BEGIN SUPPLIED MATERIAL

// TestPageDefaultsFromEngine ties the page to the engine's defaults
// operation, read natively: after a fresh load every limited input's
// min/max attributes are the engine's range, the hazard boxes are the
// engine's flags, the weight sliders and Pareto boxes its objectives; a
// scenario that names nothing shows every engine default in the form and
// ranks as the engine ranks {} — also once the page sends those defaults
// itself; and a value just past a limit is refused beside its field with
// the engine's limit text.
func TestPageDefaultsFromEngine(t *testing.T) {
	d := readDefaults(t)
	b, run := openServed(t)

	// min and max of every limited input.
	for _, in := range limitedInputs {
		l, ok := d.Limits[in.key]
		if !ok {
			t.Errorf("the engine lists no limit %s", in.key)
			continue
		}
		attrs := eval[[]any](t, b, fmt.Sprintf(`(e => [e.getAttribute("min"), e.getAttribute("max")])(document.getElementById(%q))`, in.id))
		for i, want := range []*float64{l.Min, l.Max} {
			name := []string{"min", "max"}[i]
			switch {
			case want == nil && attrs[i] != nil:
				t.Errorf("%s: %s=%v, the engine has no bound", in.id, name, attrs[i])
			case want != nil && attrs[i] == nil:
				t.Errorf("%s: no %s, the engine's is %g", in.id, name, *want*in.scale)
			case want != nil:
				got, err := strconv.ParseFloat(attrs[i].(string), 64)
				if err != nil || !close12(got, *want*in.scale) {
					t.Errorf("%s: %s=%v, the engine's is %g", in.id, name, attrs[i], *want*in.scale)
				}
			}
		}
		if l.Integer && eval[string](t, b, fmt.Sprintf(`document.getElementById(%q).getAttribute("step")`, in.id)) != "1" {
			t.Errorf("%s: %s takes whole numbers, the input's step is not 1", in.id, in.key)
		}
	}
	// Hazard boxes: the engine's flags, in its order; weights and Pareto
	// boxes: its objectives, each slider titled with its direction.
	if got := eval[[]string](t, b, `Array.from(document.querySelectorAll("#hazard-boxes input")).map(i => i.dataset.flag)`); fmt.Sprint(got) != fmt.Sprint(d.HazardFlags) {
		t.Errorf("hazard boxes %v, engine flags %v", got, d.HazardFlags)
	}
	var keys, senses []string
	for _, o := range d.Objectives {
		keys = append(keys, o.Key)
		senses = append(senses, map[bool]string{true: "higher is better", false: "lower is better"}[o.Maximise])
	}
	if got := eval[[]string](t, b, `Array.from(document.querySelectorAll("#weights input")).map(i => i.dataset.key)`); fmt.Sprint(got) != fmt.Sprint(keys) {
		t.Errorf("weight sliders %v, engine objectives %v", got, keys)
	}
	if got := eval[[]string](t, b, `Array.from(document.querySelectorAll("#weights label")).map(l => l.title)`); fmt.Sprint(got) != fmt.Sprint(senses) {
		t.Errorf("weight directions %v, engine %v", got, senses)
	}
	if got := eval[[]string](t, b, `Array.from(document.querySelectorAll("#pareto-boxes input")).map(i => i.dataset.key)`); fmt.Sprint(got) != fmt.Sprint(keys) {
		t.Errorf("Pareto boxes %v, engine objectives %v", got, keys)
	}
	// The hints quote the engine's limits and defaults.
	for _, h := range eval[[]map[string]string](t, b, `Array.from(document.querySelectorAll("[data-limit-of], [data-default-of]")).map(e => Object.assign({text: e.textContent}, e.dataset))`) {
		key := h["limitOf"] + h["defaultOf"]
		l := d.Limits[key]
		switch {
		case h["limitOf"] != "" && h["scale"] == "" && h["text"] != l.Text:
			t.Errorf("hint for %s says %q, the engine %q", key, h["text"], l.Text)
		case h["defaultOf"] != "":
			scale := 1.0
			if h["scale"] != "" {
				scale, _ = strconv.ParseFloat(h["scale"], 64)
			}
			if got, err := strconv.ParseFloat(h["text"], 64); err != nil || l.Default == nil || !close12(got, *l.Default*scale) {
				t.Errorf("hint for the default of %s says %q", key, h["text"])
			}
		}
	}
	if got, want := eval[string](t, b, `document.getElementById("regen-recovery-hint").textContent`), recoveryPct(d); !strings.Contains(got, want) {
		t.Errorf("the recovery hint %q lacks %q", got, want)
	}

	// A scenario that names nothing: the form shows the engine's defaults.
	empty := filepath.Join(t.TempDir(), "empty.json")
	os.WriteFile(empty, []byte("{}"), 0o644)
	b.do(t, chromedp.SetUploadFiles(chromedp.ID("file-import"), []string{empty}))
	run = b.waitRun(t, run)
	type formView struct {
		Feed, Membrane, Orientation, Model, BasisKind, BasisUnit       string
		Temp, ChH, ChW, ChL, ChU, Recovery, Samples, Seed, UncD, Basis float64
		Spacer                                                         bool
		Weights                                                        map[string]float64
		Pareto, Hazards                                                []string
		PHHolder, PiHolder                                             string
	}
	f := eval[formView](t, b, `(() => { const v = id => document.getElementById(id).value, n = id => Number(v(id));
		const ticked = sel => Array.from(document.querySelectorAll(sel)).filter(i => i.checked).map(i => i.dataset.key || i.dataset.flag);
		return { Feed: v("feed-preset"), Membrane: v("mem-preset"), Orientation: document.querySelector('input[name="orientation"]:checked').value,
			Model: v("osm-model"), BasisKind: v("basis-kind"), BasisUnit: v("basis-unit"), Basis: n("basis-value"),
			Temp: n("temp"), ChH: n("ch-h"), ChW: n("ch-w"), ChL: n("ch-l"), ChU: n("ch-u"), Spacer: document.getElementById("ch-spacer").checked,
			Recovery: n("regen-recovery"), Samples: n("unc-samples"), Seed: n("seed"), UncD: n("unc-d"),
			Weights: Object.fromEntries(Array.from(document.querySelectorAll("#weights input")).map(i => [i.dataset.key, Number(i.value)])),
			Pareto: ticked("#pareto-boxes input"), Hazards: ticked("#hazard-boxes input"),
			PHHolder: document.getElementById("feed-ph").placeholder, PiHolder: document.getElementById("unc-pi").placeholder };
	})()`)
	def := func(key string) float64 {
		l := d.Limits[key]
		if l.Default == nil {
			t.Fatalf("the engine has no default for %s", key)
		}
		return *l.Default
	}
	for _, c := range []struct {
		what      string
		got, want any
	}{
		{"feed", f.Feed, "preset:" + d.FeedPreset}, {"membrane", f.Membrane, d.MembranePreset},
		{"orientation", f.Orientation, d.Orientation}, {"osmotic model", f.Model, d.OsmoticModel},
		{"temperature", f.Temp, def("temperature_c")},
		{"channel", [5]any{f.ChH, f.ChW, f.ChL, f.ChU, f.Spacer}, [5]any{d.Channel.HeightMM, d.Channel.WidthMM, d.Channel.LengthMM, d.Channel.Crossflow, d.Channel.Spacer}},
		{"recovery (%)", f.Recovery, 100 * def("regeneration_recovery")},
		{"samples", f.Samples, def("uncertainty.samples")}, {"seed", f.Seed, def("seed")},
		{"diffusivity spread", f.UncD, def("uncertainty.diffusivity_rel_sd")},
		// The deionised-water feed has no π: the engine's basis is an equal π (engine/api resolveBasis).
		{"basis", [3]any{f.BasisKind, f.BasisUnit, f.Basis}, [3]any{"osmotic-pressure", d.Limits["basis.osmotic_pressure_bar"].Unit, def("basis.osmotic_pressure_bar")}},
		{"weights", fmt.Sprint(f.Weights), fmt.Sprint(d.Weights)},
		{"Pareto objectives", fmt.Sprint(f.Pareto), fmt.Sprint(d.ParetoObjectives)},
		{"hazards excluded", len(f.Hazards), 0},
		{"pH placeholder", f.PHHolder, strconv.FormatFloat(def("feed.ph"), 'g', -1, 64)},
	} {
		if fmt.Sprint(c.got) != fmt.Sprint(c.want) {
			t.Errorf("for {} the form shows %s %v, the engine's default is %v", c.what, c.got, c.want)
		}
	}
	if want := strconv.FormatFloat(def("uncertainty.osmotic_rel_sd"), 'g', -1, 64); !strings.HasPrefix(f.PiHolder, want) {
		t.Errorf("the π spread's placeholder %q does not start with the engine's default %s", f.PiHolder, want)
	}
	// The page ran {} as imported; once an edit makes it send every value
	// the form shows, the ranking is still the engine's ranking of {}.
	want := native(t, map[string]any{})
	sameRanking(t, eval[[]pageRow](t, b, jsRows), want)
	b.do(t, chromedp.Evaluate[chromedp.Void](`document.getElementById("temp").dispatchEvent(new Event("input", {bubbles: true}))`))
	run = b.waitRun(t, run)
	sc := pageScenario(t, b)
	if sc["regeneration_recovery"] != def("regeneration_recovery") || sc["pareto_objectives"] == nil || sc["temperature_c"] != def("temperature_c") {
		t.Errorf("the page's own request for the defaults is %v", sc)
	}
	sameRanking(t, eval[[]pageRow](t, b, jsRows), want)
	sameRanking(t, eval[[]pageRow](t, b, jsRows), native(t, sc))

	// A custom membrane takes the engine's spreads of A, B and S.
	custom := filepath.Join(t.TempDir(), "custom.json")
	os.WriteFile(custom, []byte(`{"membrane": {"a_lmh_per_bar": 1.2, "b_lmh": 0.4, "s_um": 450}}`), 0o644)
	b.do(t, chromedp.SetUploadFiles(chromedp.ID("file-import"), []string{custom}))
	run = b.waitRun(t, run)
	if got, want := eval[[]float64](t, b, `["unc-a", "unc-b", "unc-s"].map(id => Number(document.getElementById(id).value))`),
		[]float64{def("uncertainty.a_rel_sd"), def("uncertainty.b_rel_sd"), def("uncertainty.s_rel_sd")}; fmt.Sprint(got) != fmt.Sprint(want) {
		t.Errorf("a custom membrane's spreads %v, the engine's defaults %v", got, want)
	}

	// Just past a limit: refused beside the field (the input marked
	// invalid, the message in its fieldset quoting the engine's limit),
	// by the page or by the engine; back within it, the ranking returns.
	set := func(id, v string) {
		b.do(t, chromedp.Evaluate[chromedp.Void](fmt.Sprintf(`(e => { e.value = %q; e.dispatchEvent(new Event("input", {bubbles: true})); })(document.getElementById(%q))`, v, id)))
	}
	b.do(t, chromedp.Evaluate[chromedp.Void](`(r => { r.checked = true; r.dispatchEvent(new Event("change", {bubbles: true})); })(document.getElementById("k-mode-given"))`))
	set("k-feed", "8e-6")
	run = b.waitRun(t, run)
	for _, c := range []struct {
		id, key string
		upper   bool // past the upper bound, else the lower
		scale   float64
		also    string // a second text the message must hold
	}{
		{id: "temp", key: "temperature_c", upper: true},
		{id: "ch-h", key: "channel.height_mm"},
		{id: "ch-u", key: "channel.crossflow_velocity_m_per_s", upper: true},
		{id: "k-draw", key: "k_draw_m_per_s"},
		{id: "k-draw", key: "k_draw_m_per_s", upper: true},
		{id: "mem-bdraw", key: "membrane.b_lmh", upper: true},
		{id: "mem-a", key: "membrane.a_lmh_per_bar", upper: true},
		{id: "mem-s", key: "membrane.s_um"},
		{id: "mem-b", key: "membrane.b_nacl_lmh", upper: true},
		{id: "regen-recovery", key: "regeneration_recovery", scale: 100, also: recoveryPct(d)},
		{id: "regen-recovery", key: "regeneration_recovery", upper: true, scale: 100, also: recoveryPct(d)},
		{id: "unc-samples", key: "uncertainty.samples"},
		{id: "unc-samples", key: "uncertainty.samples", upper: true},
		{id: "unc-a", key: "uncertainty.a_rel_sd", upper: true},
		{id: "unc-d", key: "uncertainty.diffusivity_rel_sd"},
		{id: "seed", key: "seed"},
	} {
		l := d.Limits[c.key]
		scale := c.scale
		if scale == 0 {
			scale = 1
		}
		bound, open := l.Min, l.MinExclusive
		if c.upper {
			bound, open = l.Max, l.MaxExclusive
		}
		if bound == nil {
			t.Errorf("%s has no bound to pass", c.key)
			continue
		}
		v := *bound * scale
		step := math.Abs(v) * 1e-6
		if step == 0 {
			step = 1e-6
		}
		switch {
		case open: // the bound itself is out
		case l.Integer:
			step = 1
			fallthrough
		default:
			if c.upper {
				v += step
			} else {
				v -= step
			}
		}
		before := eval[string](t, b, fmt.Sprintf(`document.getElementById(%q).value`, c.id))
		set(c.id, strconv.FormatFloat(v, 'g', -1, 64))
		got := b.settle(t)
		if !strings.HasPrefix(got, "invalid-") && !strings.HasPrefix(got, "error-") {
			t.Errorf("%s = %g (%s %s) was not refused: run %s", c.id, v, c.key, l.Text, got)
		}
		beside := eval[string](t, b, fmt.Sprintf(`(e => Array.from(e.closest("fieldset").querySelectorAll(".field-error")).map(x => x.textContent).join(" | "))(document.getElementById(%q))`, c.id))
		if !strings.Contains(beside, l.Text) || !strings.Contains(beside, c.also) {
			t.Errorf("%s = %g: beside the field %q, want the engine's limit %q %s", c.id, v, beside, l.Text, c.also)
		}
		if eval[string](t, b, fmt.Sprintf(`document.getElementById(%q).getAttribute("aria-invalid")`, c.id)) != "true" {
			t.Errorf("%s = %g: the input is not marked invalid", c.id, v)
		}
		set(c.id, before)
		run = b.waitRun(t, run)
	}
	b.screenshot(t, "defaults")
}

END SUPPLIED MATERIAL

_REQUIRED WORK_: Reproduce exactly every line that sits between the start of the entries and the line bearing "func TestPageDefaultsFromEngine(t *testing.T)", counting both of those lines.

_RESPONSE BOX_:
// TestPageDefaultsFromEngine ties the page to the engine's defaults
// operation, read natively: after a fresh load every limited input's
// min/max attributes are the engine's range, the hazard boxes are the
// engine's flags, the weight sliders and Pareto boxes its objectives; a
// scenario that names nothing shows every engine default in the form and
// ranks as the engine ranks {} — also once the page sends those defaults
// itself; and a value just past a limit is refused beside its field with
// the engine's limit text.
func TestPageDefaultsFromEngine(t *testing.T) {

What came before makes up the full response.